Ferrari SUV teaser image

McLaren will follow in Purosangue (above) and DBX footsteps with an SUV

Ferrari

A McLaren SUV? Yours will not be the only lip arching north at the thought. But really it shouldn’t. The point so brilliantly pioneered by Leiters and his team at Porsche all those years ago is that SUVs are golden geese: by defying decades of industry wisdom that said you could sell a lot of cars for a small margin or vice-versa but never both, he helped turn Porsche into the most profitable car company of them all.

But how? I still regard one of the most astonishing engineering accomplishments of the modern motor industry the fact that Aston Martin built the DBX on a brand new bespoke platform in a brand new bespoke factory with, so far as I am aware, no quality control horror stories resulting. When this also amounted to sound financial sense is another question entirely. All I can tell you is that when I asked Leiters if he fancied the same approach, I wouldn’t say he laughed in my face, but he made it as clear as can be that would not be a road he’d be going down.

So he’s going to have to spin it off someone else’s platform. The reason Aston Martin didn’t go down this road, which it could easily have done, was that it would have to operate within the design hard points of the donor platform, which it didn’t much fancy. Leiters is clear this is not a luxury McLaren either could or might choose to afford.

But my understanding is that Leiters is looking for far more than a simple joint venture: he wants a long term partnership with a major global automotive player and if that involved joining a stable, as Bentley joined VW’s in 1998, I think he’d regard that as a good move: like Bentley and like Rolls-Royce, he’d be giving up independence to ensure long-term survival.
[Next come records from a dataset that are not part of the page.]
"""Figures of ranked groups: what is drawn is what the estimates say."""

from __future__ import annotations

import numpy as np
import pytest
from matplotlib.colors import to_rgba
from tests.unit import paper_examples as examples

from lineproof.paper import figures, group_figures, style
from lineproof.paper.palette import LIGHT


def test_squares_are_the_mean_shares() -> None:
    context = examples.usual()
    with style.styled("test"):
        axes = group_figures.moves(context, "ten").axes[0]
    (drawn,) = axes.collections
    corners = [path.get_extents() for path in drawn.get_paths()]
    places = [(round(c.intervalx.mean(), 6), round(c.intervaly.mean(), 6)) for c in corners]
    squares = dict(zip(places, drawn.get_facecolor(), strict=True))
    shares = {
        (before, after): context.book.at(f"ten/-/transitions/-/p{before:02d}/{to}/-").estimate
        for before in range(1, 11)
        for after, to in enumerate([*examples.groups(10), "out"], start=1)
    }
    largest = max(shares.values())
    for (before, after), share in shares.items():
        place = (after - 1 + (0.2 if after == 11 else 0.0), before - 1.0)
        if share == 0:
            assert place not in squares
            continue
        shade = group_figures.DARKEST * share / largest
        assert squares[place] == pytest.approx(to_rgba(LIGHT["first"], shade), abs=1e-12)
    assert len(squares) == sum(share > 0 for share in shares.values())
    assert len(axes.texts) == len(shares)
    texts = {text.get_position(): text.get_text() for text in axes.texts}
    assert texts[(2.0, 3.0)] == f"{100 * shares[4, 3]:.1f}"


def test_many_groups_are_shaded_without_numbers() -> None:
    with style.styled("test"):
        axes = group_figures.moves(examples.many(), "many").axes[0]
    assert list(axes.texts) == []
    labels = [label.get_text() for label in axes.get_yticklabels()]
    assert labels[:3] == ["Low", "3", "5"]


def test_lines_are_the_shares_of_each_formation() -> None:
    context = examples.usual()
    with style.styled("test"):
        above, below = group_figures.staying(context, "ten").axes
    stay, leave = above.lines
    months = context.book.formations("ten")
    assert months == [f"{year}-12" for year in range(1990, 2010)]
    for line, term in ((stay, "stay_share"), (leave, "leave_share")):
        x, y = line.get_data()
        assert np.isnan(y[0])  # nothing comes before the first formation
        for year, value, month in list(zip(x, y, months, strict=True))[1:]:
            number = context.book.at(f"ten/-/formations/month/{month}/{term}/-")
            assert (year, value) == (int(month[:4]) + 1, 100 * number.estimate)
    low, high = (line.get_ydata() for line in below.lines)
    assert low[3] == context.book.at("ten/-/formations/month/1993-12/min_members/-").estimate
    assert high[3] == context.book.at("ten/-/formations/month/1993-12/max_members/-").estimate


def test_groups_of_two_variables_are_named_by_both() -> None:
    context = examples.double()
    with style.styled("test"):
        moves = group_figures.moves(context, "double").axes[0]
        alphas = figures.alphas(context, "double")
    assert [label.get_text() for label in moves.get_yticklabels()][:5] == [
        *("1 / 1", "1 / 2", "1 / 3", "1 / 4", "2 / 1"),
    ]
    panel = alphas.axes[0]
    assert [label.get_text() for label in panel.get_xticklabels()] == ["1 / 1", "2 / 1", "3 / 1"]
    assert len([line for line in panel.lines if line.get_marker() == "o"]) == 12  # no spread
    assert alphas.get_supxlabel() == "Group by size / by beta, from low to high"


@pytest.mark.parametrize("count", [1, 2])
def test_few_formations_are_drawn_without_a_warning(
    count: int, recwarn: pytest.WarningsRecorder
) -> None:
    last = f"{1989 + count}-12"
    context = examples.study(
        {"two": (examples.ranked_facts("2 groups", 2), examples.groups(2))},
        [examples.subperiod("full", "1990-01", last)],
    )
    drawn = figures.draw_figures(context)
    assert all(drawn.values())
    assert [str(each.message) for each in recwarn] == []
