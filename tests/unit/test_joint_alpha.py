"""Joint pricing tests of the alphas: identities, slow oracles and the limits of definition."""

from __future__ import annotations

import numpy as np
import pytest

from lineproof.stats import Undefined
from lineproof.stats.distributions import JointStatistic
from lineproof.stats.joint_alpha import (
    ALPHA_MEASURES,
    ALPHA_STATISTICS,
    exact_f,
    hac_wald,
    measure_alphas,
    sharpe2_factors,
)
from lineproof.stats.time_series import Regression, regress, standard_errors

# Inverses of well-conditioned matrices by two routes.
CLOSE = 1e-9


def _fit(seed: int, n_periods: int = 60, n_assets: int = 5, n_factors: int = 1) -> Regression:
    rng = np.random.default_rng(seed)
    factors = rng.normal(0.006, 0.045, (n_periods, n_factors))
    noise = rng.normal(0.0, 0.02, (n_periods, n_assets)) @ rng.normal(size=(n_assets, n_assets))
    return regress(0.002 + factors.sum(axis=1, keepdims=True) + noise, factors)


@pytest.mark.parametrize(
    ("name", "value", "df2"),
    [
        ("f", 49 / 10 * 0.1, 49),
        ("wald", 6.0, None),
        ("lr", 60 * np.log(1.1), None),
        ("lr_corrected", (60 - 5 - 1 - 1) * np.log(1.1), None),
        ("lm", 60 * 0.1 / 1.1, None),
    ],
)
def test_statistics_worked_by_hand(name: str, value: float, df2: int | None) -> None:
    found = ALPHA_STATISTICS[name](0.1, 60, 10, 1)
    assert found.value == pytest.approx(value, rel=1e-14)
    assert found.df1 == 10
    assert np.isnan(found.df2) if df2 is None else found.df2 == df2


def test_factors_cost_degrees_of_freedom() -> None:
    assert ALPHA_STATISTICS["f"](0.1, 60, 10, 3) == JointStatistic(47 / 10 * 0.1, 10, 47)
    corrected = ALPHA_STATISTICS["lr_corrected"](0.1, 60, 10, 3).value
    assert corrected == pytest.approx((60 - 5 - 3 - 1) * np.log(1.1), rel=1e-14)


def test_of_one_asset_the_f_is_the_squared_t_of_its_alpha() -> None:
    fit = _fit(1, n_assets=1)
    t = fit.alphas[0] / standard_errors(fit, "classical", 0)[0, 0]
    f = exact_f(measure_alphas(fit).distance, fit.n_periods, 1, 1)
    assert f.value == pytest.approx(t**2, rel=CLOSE)
    assert (f.df1, f.df2) == (1, 58)


@pytest.mark.parametrize("n_factors", [1, 3])
def test_distance_equals_its_definition(n_factors: int) -> None:
    fit = _fit(2, n_factors=n_factors)
    sigma = np.cov(fit.residuals.T, bias=True)
    omega = np.cov(fit.factors.T, bias=True).reshape(n_factors, n_factors)
    means = fit.factors.mean(axis=0)
    theta2 = means @ np.linalg.solve(omega, means)
    expected = fit.alphas @ np.linalg.solve(sigma, fit.alphas) / (1 + theta2)
    assert measure_alphas(fit).distance == pytest.approx(expected, rel=CLOSE)
    assert sharpe2_factors(fit) == pytest.approx(theta2, rel=CLOSE)


def test_the_best_sharpe_ratio_is_that_of_market_and_assets_together() -> None:
    fit = _fit(3)
    everything = np.hstack([fit.factors, fit.returns])
    means = everything.mean(axis=0)
    expected = means @ np.linalg.solve(np.cov(everything.T, bias=True), means)
    assert measure_alphas(fit).sharpe2_best == pytest.approx(expected, rel=CLOSE)
    assert measure_alphas(fit).sharpe2_market == pytest.approx(
        fit.factors.mean() ** 2 / fit.factors.var(), rel=CLOSE
    )


def test_sizes_of_the_alphas() -> None:
    fit = _fit(4)
    assert ALPHA_MEASURES["mean_abs_alpha"](fit) == pytest.approx(
        sum(abs(alpha) for alpha in fit.alphas) / 5, rel=1e-14
    )
    assert ALPHA_MEASURES["rms_alpha"](fit) == pytest.approx(
        (sum(alpha**2 for alpha in fit.alphas) / 5) ** 0.5, rel=1e-14
    )
    assert ALPHA_MEASURES["sharpe2_best"](fit) > ALPHA_MEASURES["sharpe2_market"](fit) > 0


@pytest.mark.parametrize("lag", [0, 3])
@pytest.mark.parametrize("n_factors", [1, 2])
def test_hac_wald_equals_the_stacked_moments(lag: int, n_factors: int) -> None:
    fit = _fit(5, n_assets=3, n_factors=n_factors)
    stacked = np.array([np.kron(e, x) for e, x in zip(fit.residuals, fit.design, strict=True)])
    long_run = np.zeros((stacked.shape[1], stacked.shape[1]))
    for t, left in enumerate(stacked):
        for s, right in enumerate(stacked):
            long_run += max(0.0, 1 - abs(t - s) / (lag + 1)) * np.outer(left, right)
    slopes = np.kron(np.eye(3), np.linalg.inv(fit.design.T @ fit.design))
    alphas = np.arange(3) * (n_factors + 1)
    variance = (slopes @ long_run @ slopes.T)[np.ix_(alphas, alphas)]
    found = hac_wald(fit, lag)
    assert found.value == pytest.approx(
        fit.alphas @ np.linalg.solve(variance, fit.alphas), rel=CLOSE
    )
    assert found.df1 == 3


def test_hac_wald_of_one_asset_is_its_squared_hac_t() -> None:
    fit = _fit(6, n_assets=1)
    t = fit.alphas[0] / standard_errors(fit, "hac", 4)[0, 0]
    assert hac_wald(fit, 4).value == pytest.approx(t**2, rel=CLOSE)


@pytest.mark.parametrize("n_factors", [1, 2])
def test_months_needed(n_factors: int) -> None:
    enough = 5 + n_factors + 1
    assert measure_alphas(_fit(7, n_periods=enough, n_factors=n_factors)).distance > 0
    short = _fit(7, n_periods=enough - 1, n_factors=n_factors)
    for measure in (measure_alphas, lambda fit: hac_wald(fit, 1)):
        with pytest.raises(Undefined, match=f"at least {enough} periods for 5 assets, has"):
            measure(short)


@pytest.mark.parametrize(
    "redundant", ["the market", "almost the market", "a copy", "a mixture with the market"]
)
def test_redundant_assets_make_it_undefined(redundant: str) -> None:
    fit = _fit(8)
    noise = np.random.default_rng(9).standard_normal(fit.n_periods)
    extra = {
        "the market": fit.factors[:, 0],
        # Residuals of a hundred-millionth: no rounding, and yet no return that anyone records.
        "almost the market": fit.factors[:, 0] + 1e-8 * noise,
        "a copy": fit.returns[:, 0],
        "a mixture with the market": fit.returns @ [0.2, 0.1, 0.3, 0.1, 0.3] + fit.factors[:, 0],
    }[redundant]
    redundant_fit = regress(np.column_stack([fit.returns, extra]), fit.factors)
    for measure in (measure_alphas, lambda each: hac_wald(each, 1)):
        with pytest.raises(Undefined, match="singular"):
            measure(redundant_fit)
Which manufacturer might that be? Well the VW group is already far from short of luxury brands, Mercedes has a technical and financial commitment to Aston Martin which is also still being eyed by Volvo and Lotus owner Geely. My money, then, would be on BMW. There’s historical precedent thanks to the wondrous 6.1-litre V12 engine BMW made for the McLaren F1, but more persuasively, it would sit beautifully within the portfolio, complementing rather than conflicting with its extant BMW, Mini and Rolls-Royce brands. Under such patronage, there is little indeed McLaren could not achieve. Let’s hope it happens.